BEGIN SUPPLIED INFORMATION

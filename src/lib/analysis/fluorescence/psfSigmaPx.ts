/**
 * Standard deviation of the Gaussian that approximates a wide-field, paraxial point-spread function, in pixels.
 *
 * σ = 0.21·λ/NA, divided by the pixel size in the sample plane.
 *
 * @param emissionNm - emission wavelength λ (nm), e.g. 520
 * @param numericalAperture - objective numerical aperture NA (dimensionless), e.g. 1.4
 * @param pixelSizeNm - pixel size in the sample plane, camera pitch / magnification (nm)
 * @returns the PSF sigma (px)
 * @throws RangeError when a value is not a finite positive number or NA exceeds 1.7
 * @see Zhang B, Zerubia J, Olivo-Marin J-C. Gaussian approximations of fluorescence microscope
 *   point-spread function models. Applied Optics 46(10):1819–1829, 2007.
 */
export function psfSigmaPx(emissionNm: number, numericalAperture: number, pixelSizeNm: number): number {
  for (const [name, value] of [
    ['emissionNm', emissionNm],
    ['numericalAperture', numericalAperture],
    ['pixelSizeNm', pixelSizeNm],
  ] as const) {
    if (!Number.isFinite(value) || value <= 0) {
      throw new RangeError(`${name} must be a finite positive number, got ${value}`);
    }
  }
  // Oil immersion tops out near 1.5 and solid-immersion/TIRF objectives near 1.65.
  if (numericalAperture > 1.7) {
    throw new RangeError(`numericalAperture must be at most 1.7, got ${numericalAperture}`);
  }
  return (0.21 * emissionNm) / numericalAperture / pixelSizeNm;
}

END SUPPLIED INFORMATION

Of all the lines in the data above, show only those that hold the word "value".

TASK ANSWER
 * @throws RangeError when a value is not a finite positive number or NA exceeds 1.7
  for (const [name, value] of [
    if (!Number.isFinite(value) || value <= 0) {
      throw new RangeError(`${name} must be a finite positive number, got ${value}`);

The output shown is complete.